Thursday, May 17, 2007

Volunteer Voluntschmeer

I'm so freakin' tired right now.

ConsultComm 4 development is proceeding slower than snot, but what's new. Work is workin' me... like... 45 hours a week, plus I've got family matters to attend to. I'd like to have help development this next version - but whom?

I've tried to get colleagues and friends to help out, but that lasted for less than a week once their interest waned. I put out a job posting on SourceForge and received two responses, but they never e-mailed back. I've tried recruiting, but no luck.

I can't say I blame 'em. Finding volunteers for an open source project sucks. I'm just as guilty as the next guy. I volunteered and did some coding for PlaneShift back in the day, and I loved it. Stayed up late nights in IRC, chatted with the technical architects, worked hard. But in the end I had to quit my day job, find a new one, perform for interviews, etc. The fun development had to go on pause for a while. And when I tried to resume development, the PlaneShift developers weren't really interested in taking me on anymore. Can't say I blame 'em.

I tried to just "donate code" to the Java Desktop Integration Components library, but I was convinced instead to create a new incubator project. I feel guilty from time to time... I just didn't have the time or desire to keep up the project, and it's basically remained dormant since the time I dumped off the source & JavaDocs.

It's tough to donate time and effort. Life sucks up a lot of energy. And often life just plain ol' sucks. When you already donate 10 hours a day to work, 6 hours a day to sleeping, 4 hours a day on family and 2 hours a day on basic upkeep of the house and oneself that leaves... lessee... two whole hours?

Great. One can only wonder why I can't finish anything. The sad thing is, I know all my fellow hackers out there are in the same boat. We're getting old. We're getting jobs. We're getting families. And our internal organs are shutting down. It's hard to have the gusto to be a nighttime hacker extraordinaire.

Sing it with me! "Shiny, happy people holding haaaaaaaaaaaaaaaaaaaaaaands!!!!!!!"

Tuesday, May 08, 2007

Converge to a Crash

Since the days of calculator watches, convergence of personal electronics was the goal of every gadget-loving geek. Our coffee makers should make eggs and toast. Our watches should be able to convert metric to imperial and give pi to fifteen digits. Our game consoles should be the media hub of our living room. PDA's should be integrated into every electronics device imaginable, but inter-operate with none.

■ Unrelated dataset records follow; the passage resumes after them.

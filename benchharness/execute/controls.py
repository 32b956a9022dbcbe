"""Noise controls named in the experiment file, validated and applied per run.

Keys (top level of the experiment file):

* ``pin: "0-1"`` — CPU affinity of every run, in the kernel's list syntax;
  templated, so core count can be a factor (``pin: "{cores.cpus}"``). CPUs that
  do not exist are an error before the first run.
* ``nice: 5`` — niceness of every run (templated).
* ``clean_env: true`` — run with a minimal fixed environment instead of the
  harness's own (plus the file's ``env``).
* ``pad_env: true`` — add a variable of random length (0–4096 bytes) to every
  run's environment, recorded per run as ``pad_env_bytes``: environment size
  alone shifts stack alignment and with it timings, so randomizing it turns a
  hidden bias into measured noise (Mytkowicz et al. 2009).
* ``aslr: off`` — turn off address-space-layout randomization for the runs
  (``personality(ADDR_NO_RANDOMIZE)``) where the kernel allows; recorded per run.
* ``cold_cache: true`` — drop the page cache before each timed run where
  permitted (root); otherwise the run says it cannot, once, and goes on warm.
"""

from __future__ import annotations

from dataclasses import dataclass

from benchharness.experiment.yamlnodes import as_bool, is_null, node_error, scalar_text


@dataclass(frozen=True)
class Controls:
    pin: str | None = None
    nice: str | None = None
    clean_env: bool = False
    pad_env: bool = False
    aslr_off: bool = False
    cold_cache: bool = False

    @property
    def any(self) -> bool:
        return bool(self.pin or self.nice or self.clean_env or self.pad_env or self.aslr_off
                    or self.cold_cache)


def parse_controls(exp) -> Controls:
    s = exp.sections
    pin = nice = None
    if "pin" in s and not is_null(s["pin"]):
        pin = scalar_text(s["pin"], "'pin'")
    if "nice" in s and not is_null(s["nice"]):
        nice = scalar_text(s["nice"], "'nice'")
    aslr_off = False
    if "aslr" in s:
        text = scalar_text(s["aslr"], "'aslr'")
        if text in ("off", "false", "no", "Off", "OFF", "False"):
            aslr_off = True
        elif text not in ("on", "true", "yes", "On", "ON", "True", "default"):
            raise node_error(s["aslr"], f"'aslr' must be on or off, not {text!r}")
    return Controls(
        pin=pin, nice=nice,
        clean_env=as_bool(s["clean_env"], "'clean_env'") if "clean_env" in s else False,
        pad_env=as_bool(s["pad_env"], "'pad_env'") if "pad_env" in s else False,
        aslr_off=aslr_off,
        cold_cache=as_bool(s["cold_cache"], "'cold_cache'") if "cold_cache" in s else False,
    )


def resolve_cell(exp, controls: Controls, levels) -> dict:
    """Rendered, checked controls of one cell: ``{cpus, nice}`` (located errors)."""
    from benchharness.experiment import templating
    from benchharness.errors import ExecutionError
    from benchharness.execute.noise import check_cpus

    out = {"cpus": None, "nice": None}
    lookup = exp.lookup(levels)
    if controls.pin:
        text = templating.render(controls.pin, lookup)
        try:
            out["cpus"] = check_cpus(text)
        except ExecutionError as exc:
            raise node_error(exp.sections["pin"], f"'pin' {text!r}: {exc}; name CPUs this "
                                                  "machine has", exp.path) from None
    if controls.nice:
        text = templating.render(controls.nice, lookup)
        try:
            value = int(text)
        except ValueError:
            raise node_error(exp.sections["nice"], f"'nice' must be a whole number from -20 to "
                                                   f"19, not {text!r}", exp.path) from None
        if not -20 <= value <= 19:
            raise node_error(exp.sections["nice"], f"'nice' must be from -20 to 19, not "
                                                   f"{value}", exp.path)
        out["nice"] = value
    return out
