* makes nothing but the child: no shell unless the request carries a shell
  command, stdin from ``/dev/null``, stdout and stderr into pipes read
  concurrently into bounded tail buffers (``capture_bytes`` each);
* spawns with ``os.posix_spawn`` in a new process group, or with fork+exec when
  child-side setup is asked for (CPU affinity, niceness, ASLR off via
  ``personality(ADDR_NO_RANDOMIZE)``);
* times the run with ``time.perf_counter_ns`` immediately around spawn and the
  moment its exit is signalled (SIGCHLD through a ``signalfd`` made once, or a
  pidfd per run where there is none; a blocking ``poll``, not a polling loop,
  and a ``timerfd`` for a time limit), then reaps it with ``os.wait4`` for its
  resource usage;
* on timeout kills the run's whole tree: its process group and every descendant
  that left it (``setsid``); the launcher is a child subreaper
  (``prctl(PR_SET_CHILD_SUBREAPER)``) so such escapees stay below it and are
  found through ``/proc/<pid>/task/<tid>/children``. SIGTERM first, SIGKILL after
  a short grace;
* reaps orphans that were re-parented to it and adds their resource usage to
  the run that produced them.

If the harness goes away (its end of the request pipe closes) during a run, the
launcher kills that run's tree and exits.

**Queued runs.** Besides one request at a time on the request pipe, the
harness may send batches of runs on a third pipe (the queue). The launcher runs
them back to back with no round trip between runs: for a run that ends ``ok``
it appends the run's journal line to ``runs.jsonl`` itself (the harness sends
the line's fixed part, and a format for the measured part, in the batch), with
one ``write`` before the next run starts; it then posts a short ``done`` frame
the harness reads when it next looks. Any other outcome (failure, timeout, a
value it cannot render) is not written: the launcher sends the full reply and
holds the queue until the harness has recorded the run and answers
``resume``. Between queued runs it checks the request pipe without blocking,
so a harness that went away or asked to ``drop`` the queue starts no further
run. The harness's own background thread fsyncs the journal.
"""

import gc
import marshal
import mmap
import os
import select
import sys

import _signal as signal  # the C module: `signal` would pull in enum and functools
import time

HEADER_SIZE = 4
F_SETPIPE_SZ = 1031
PIPE_SIZE = 1 << 20   # queue and reply pipes are widened to this where allowed
INFLIGHT_SIZE = 256   # bytes of the in-flight record, padded with spaces
INFLIGHT_WIDTHS = (10, 7, 7, 12, 12)  # run id, pid, pgid, start bounds: fixed widths
CONDITIONS_EVERY_NS = 10_000_000  # runs starting this close share one reading
DONE_BATCH = 64       # journalled runs reported to the harness at once, at most
DONE_EVERY_NS = 20_000_000  # ... and at least this often while runs go on
PR_SET_CHILD_SUBREAPER = 36
ADDR_NO_RANDOMIZE = 0x0040000
PERSONALITY_QUERY = 0xFFFFFFFF
OUTPUT_PIPE_SIZE = 1 << 20  # the run's stdout and stderr pipes, where allowed
TAIL_MIN = 1 << 18    # bytes of each output ring at least (reads of a loud command)
BYTEORDER = sys.byteorder


# ---------------------------------------------------------------- framing

def send(fd, obj):
    """Write one frame (length + marshal) to ``fd``; raises OSError if the peer is gone."""
    data = marshal.dumps(obj)
    view = memoryview(len(data).to_bytes(HEADER_SIZE, "big") + data)
    while view:
        n = os.write(fd, view)
        view = view[n:]


class FrameReader:
    """Buffered frame reader: one ``read`` usually brings a whole frame."""

    def __init__(self, fd):
        self.fd = fd
        self.buf = bytearray()

    def read(self):
        """The next frame's value; None at end of file."""
        buf = self.buf
        while len(buf) < HEADER_SIZE:
            chunk = os.read(self.fd, 1 << 16)
            if not chunk:
                return None
            buf += chunk
        end = HEADER_SIZE + int.from_bytes(buf[:HEADER_SIZE], "big")
        while len(buf) < end:
            chunk = os.read(self.fd, max(1 << 16, end - len(buf)))
            if not chunk:
                return None
            buf += chunk
        body = bytes(buf[HEADER_SIZE:end])
        del buf[:end]
        return marshal.loads(body)

    def has_frame(self):
        """Whether a whole frame is already buffered (readable with no system call)."""
        buf = self.buf
        return (len(buf) >= HEADER_SIZE
                and len(buf) >= HEADER_SIZE + int.from_bytes(buf[:HEADER_SIZE], "big"))


def widen_pipe(fd, size=PIPE_SIZE):
    """Ask for a larger pipe buffer (1 MiB: the default 64 KiB fills with a few
    replies, and makes a loud command wait for its reader 16 times as often)."""
    try:
        import fcntl
        fcntl.fcntl(fd, F_SETPIPE_SZ, size)
    except (ImportError, OSError):
        pass


_SECOND = [None, ""]  # the last whole second formatted, and its text up to the dot


def utc_now_iso():
    """Current UTC time, ISO 8601 with microseconds (``2026-01-31T23:59:59.123456+00:00``).

    The date and time up to the second are formatted once per second (a run
    of a short command otherwise spends longer here than in a system call).
    """
    ns = time.time_ns()
    sec = ns // 1_000_000_000
    if sec != _SECOND[0]:
        t = time.gmtime(sec)
        _SECOND[1] = (f"{t.tm_year:04d}-{t.tm_mon:02d}-{t.tm_mday:02d}T{t.tm_hour:02d}:"
                      f"{t.tm_min:02d}:{t.tm_sec:02d}.")
        _SECOND[0] = sec
    return f"{_SECOND[1]}{(ns // 1000) % 1_000_000:06d}+00:00"


# ---------------------------------------------------------------- run conditions

def _read_text(path):
    try:
        with open(path, "rb") as f:
            return f.read().decode("ascii", "replace").strip()
    except OSError:
        return None


def cpu_mhz_from(freq_files, cpus, cache):
    """Current CPU frequency in MHz, mean over ``cpus`` (None: all), or None.

    ``freq_files`` maps CPU number to its cpufreq ``scaling_cur_freq`` file
    (kHz). Where there are none (or none readable) the ``cpu MHz`` lines of
    /proc/cpuinfo are used, re-read at most once a second because generating
    that file is costly; ``cache`` is a two-item list ``[monotonic time,
    per-CPU values]`` the caller keeps between calls. `benchharness.measure.host` uses
    this same function for its own readings.
    """
    vals = []
    for c, path in freq_files.items():
        if cpus is not None and c not in cpus:
            continue
        v = _read_text(path)
        if v and v.isdigit():
            vals.append(int(v) / 1000.0)
    if not vals:
        now = time.monotonic()
        if now - cache[0] >= 1.0:
            per = []
            for line in (_read_text("/proc/cpuinfo") or "").splitlines():
                if line.lower().startswith("cpu mhz"):
                    try:
                        per.append(float(line.split(":", 1)[1]))
                    except ValueError:
                        pass
            cache[0], cache[1] = now, per
        per_cpu = cache[1]
        if cpus is not None:
            per_cpu = [per_cpu[c] for c in cpus if c < len(per_cpu)]
        vals = per_cpu
    return round(sum(vals) / len(vals), 1) if vals else None


def load_1m():
    try:
        return round(os.getloadavg()[0], 3)
    except OSError:
        return None


def _json_value(v):
    """JSON text of a plain value, or None when it needs the harness's encoder."""
    if v is None:
        return "null"
    if v is True:
        return "true"
    if v is False:
        return "false"
    t = type(v)
    if t is int:
        return str(v)
    if t is float:
        return repr(v) if v == v and v not in (float("inf"), float("-inf")) else None
    if t is str and v.isascii() and v.isprintable() and '"' not in v and "\\" not in v:
        return '"' + v + '"'
    return None


# ---------------------------------------------------------------- helpers

def _libc():
    try:
        import ctypes
        return ctypes.CDLL(None, use_errno=True), ctypes
    except Exception:  # pragma: no cover - ctypes missing on an odd build
        return None, None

I had a dream called the Samsung i500. Part PalmOS PDA, part phone, sync'd to Linux, allowed third-party applications & Palm gaming. It should have consolidated my iPAQ, cell phone and mobile gaming console into one lil' compact unit.

Hilarity.

The phone was serviceable at first, but it was neither a good PDA or a good phone. Third party apps worked, but space was limited. Sync'ing contacts was a pain because the Linux USB Visor drivers locked up my machine. Things like voice dialing just didn't work. And for some inexplicable reason you could use the phone to receive text messages, just not send text messages. Right.

The i500 had finally taken all the abuse it could and started corrupting my contacts and calendar databases. They eventually got so bad they caused memory exceptions and locked up the phone. Ugly.

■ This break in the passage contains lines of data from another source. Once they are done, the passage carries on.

"""Plain data exchanged between the runner and an executor.

An executor takes a `RunSpec` (what to start, with which environment, limits
and noise controls) and returns a `Measurement` (what happened and what it
cost). Executors: `local` (real processes through a small launcher process),
`simulated` (draws run times from a known model, for tests and validation of
statistical procedures), `dask` (runs on a cluster of hosts). `Executor` is
the contract, with every optional capability an executor may offer declared.
"""

from __future__ import annotations

import abc
from dataclasses import dataclass, field
from typing import Callable, Mapping

# Resource-usage fields every measurement carries, in runs.csv column order.
USAGE_FIELDS = (
    "wall_s", "user_s", "sys_s", "max_rss_kib", "minor_faults", "major_faults",
    "voluntary_switches", "involuntary_switches", "in_blocks", "out_blocks",
)

STATUSES = ("ok", "failed", "timeout", "warmup")


@dataclass(frozen=True)
class RunSpec:
    """One process to start and measure.

    Exactly one of ``argv`` (executed directly, no shell) and ``shell_command``
    (given to ``/bin/sh -c``; substituted values already quoted) is set.
    ``env`` is the child's complete environment. ``levels`` and ``run_id`` are
    informational (simulated executors use them to decide the outcome).
    """

    argv: tuple[str, ...] | None = None
    shell_command: str | None = None
    env: Mapping[str, str] = field(default_factory=dict)
    cwd: str | None = None
    timeout_s: float | None = None
    run_id: int | None = None
    levels: Mapping[str, str] = field(default_factory=dict)
    # Noise controls (measurement-quality issue); None = leave as inherited.
    cpus: tuple[int, ...] | None = None
    nice: int | None = None
    no_aslr: bool = False
    # How much of each output stream to keep (the tail), in bytes.
    capture_bytes: int = 64 * 1024
    # A file where the executor records the running child as soon as it exists
    # (``{"run", "pid", "pgid", "boot"}`` at offset 0), so that a later resume can
    # stop what a dead harness left running; costs the harness no wake-up.
    inflight_path: str | None = None


@dataclass(frozen=True)
class Measurement:
    """What one run did and cost.

    ``status`` is ``ok`` (exit code 0), ``failed`` (non-zero exit, or could
    not start) or ``timeout`` (killed after ``timeout_s``). Times are seconds,
    memory KiB (Linux ``ru_maxrss`` unit), counts are per run (not
    cumulative). ``started_at`` is ISO 8601 UTC with microseconds.
    """

    status: str
    exit_code: int | None
    wall_s: float | None
    user_s: float | None = None
    sys_s: float | None = None
    max_rss_kib: int | None = None
    minor_faults: int | None = None
    major_faults: int | None = None
    voluntary_switches: int | None = None
    involuntary_switches: int | None = None
    in_blocks: int | None = None
    out_blocks: int | None = None
    started_at: str = ""
    message: str = ""
    stdout_tail: bytes = b""
    stderr_tail: bytes = b""
    extra: Mapping[str, object] = field(default_factory=dict)


# Called by an executor as soon as the child exists: (pid, process group id).
OnStart = Callable[[int, int], None]

# Called by an executor (on another thread) while a run executes: work the
# caller does meanwhile (the next run's request, this run's conditions).
WhileRunning = Callable[[], None]


class Executor(abc.ABC):
    """Anything that can run a `RunSpec` and measure it: the executor contract.

    Every executor implements `execute`; `close` releases what it holds. The
    run engine (`benchharness.execute.engine`) reads the optional capabilities
    below from the executor itself, never by probing for attributes: a
    subclass that offers one sets its flag and implements its method; the
    defaults here say "not offered", which is always correct (the engine then
    does the work itself, one run at a time).

    ``records_inflight``
        `execute` writes the running child to ``RunSpec.inflight_path`` itself
        (so the engine passes no ``on_start`` callback and wakes up for nothing
        mid-run). Otherwise the executor calls ``on_start(pid, pgid)``.
    ``supports_while_running``
        `execute` accepts ``while_running`` (called once the child started,
        while it executes) and ``prepared`` (a request built by
        `prepare_request` ahead of time).
    ``supports_queued_runs``
        `open_stream` queues runs back to back and journals those that end ok
        itself (`benchharness.execute.local.RunStream`).
    ``aslr_control``, ``aslr_reason``
        whether a run can turn address-space randomization off, and why not.
    ``launcher_pid``
        a helper process of ours that a busy-process check must not count.
    ``memory_floor``
        ``{"kib": ..., "how": ...}``: the ``max_rss_kib`` a do-nothing run
        records here (`benchharness.measure.floor`), or None.
    ``stopped_runs``
        after the executor died under a run: what it did to stop that run.
    """

    records_inflight: bool = False
    supports_while_running: bool = False
    supports_queued_runs: bool = False
    launcher_pid: int | None = None
    stopped_runs: str | None = None

    @property
    def aslr_control(self) -> bool:
        """Whether a run may turn ASLR off here (`aslr_reason` says why not)."""
        return True

    @property
    def aslr_reason(self) -> str:
        return "the kernel does not allow it"

    @property
    def memory_floor(self) -> dict | None:
        """The smallest ``max_rss_kib`` a run can record here, when measured."""
        return None

    @abc.abstractmethod
    def execute(self, spec: RunSpec, on_start: OnStart | None = None) -> Measurement:
        """Run ``spec`` to its end (or timeout) and return what it did and cost.

        With ``supports_while_running`` the executor also takes the keywords
        ``while_running`` (a `WhileRunning`) and ``prepared``.
        """

    def prepare_request(self, spec: RunSpec, notify: bool = False) -> dict:
        """Check ``spec`` and build its request ahead of time (``supports_while_running``)."""
        raise NotImplementedError(f"{type(self).__name__} does not prepare requests ahead")

    def open_stream(self, journal_path, freq_files: dict | None = None,
                    fields: Mapping | None = None):
        """Queue runs to be run back to back (``supports_queued_runs``)."""
        raise NotImplementedError(f"{type(self).__name__} does not queue runs")

    def close(self) -> None:
        """Release what the executor holds (a helper process, connections)."""


class BasicExecutor(Executor):
    """Any object with ``execute(spec, on_start=None)`` (and maybe ``close()``), seen
    through the contract with none of its optional capabilities."""

    def __init__(self, inner):
        self.inner = inner

    def execute(self, spec: RunSpec, on_start: OnStart | None = None) -> Measurement:
        return self.inner.execute(spec, on_start=on_start)

    def close(self) -> None:
        self.inner.close()


def as_executor(obj) -> Executor:
    """``obj`` itself when it declares the contract, else a `BasicExecutor` around it."""
    return obj if isinstance(obj, Executor) else BasicExecutor(obj)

During this time I aquired my NDS and an iPod. Calendaring & contacts were actually being served up much better by the iPod than any PDA I had used in the past (thanks to its native vCard and .ics file format support). The NDS was my stop for mobile gaming. And my i500 became nothing more than a half-assed brick.

But this doesn't just deal with the idiocy of smartphones. Look who else is doing this - namely console manufacturers. Sony wanted the PS3 to be your high-def media center, file server, gaming center, music server, bread toaster all-in-one. In the end, however, sales were awful. CNN deemed "the PS3 may be the chrome-trimmed headstone on the grave of convergence." Not to say that you can't have successfuly convergent devices... you definitely can. But you have to do all parts well, not just some. My i500 was a weak PDA and a poor cell phone, but I mistakenly thought that those two weak facets added together would equal a stronger convergent device. Instead I got a broken PDA and a crappy phone.

Same thing with gaming. Cell phone games are popular, but I'd wager dollars to doughnuts the industry has hit its peak. I know that Intel, IBM and Nvidia are ramping up their own system-on-a-chip products for mobile devices, hoping to bring vertex shading to 2" screens. But if you're a gamer, purchasing 4-5 titles a year, what system are you going to rely on? A J2ME-based cell phone that's so tiny the ligaments in your thumb pop, or a pocket-sized DS Lite? Would you rather have a phone that third-party publishers and developers still can't deploy product onto, or would you rather have a handheld console where you can just buy a $30 title off the shelf?

So forget convergence, I'm back to just buying what I need. Now I just need Dockers to bring back their Mobile Pant.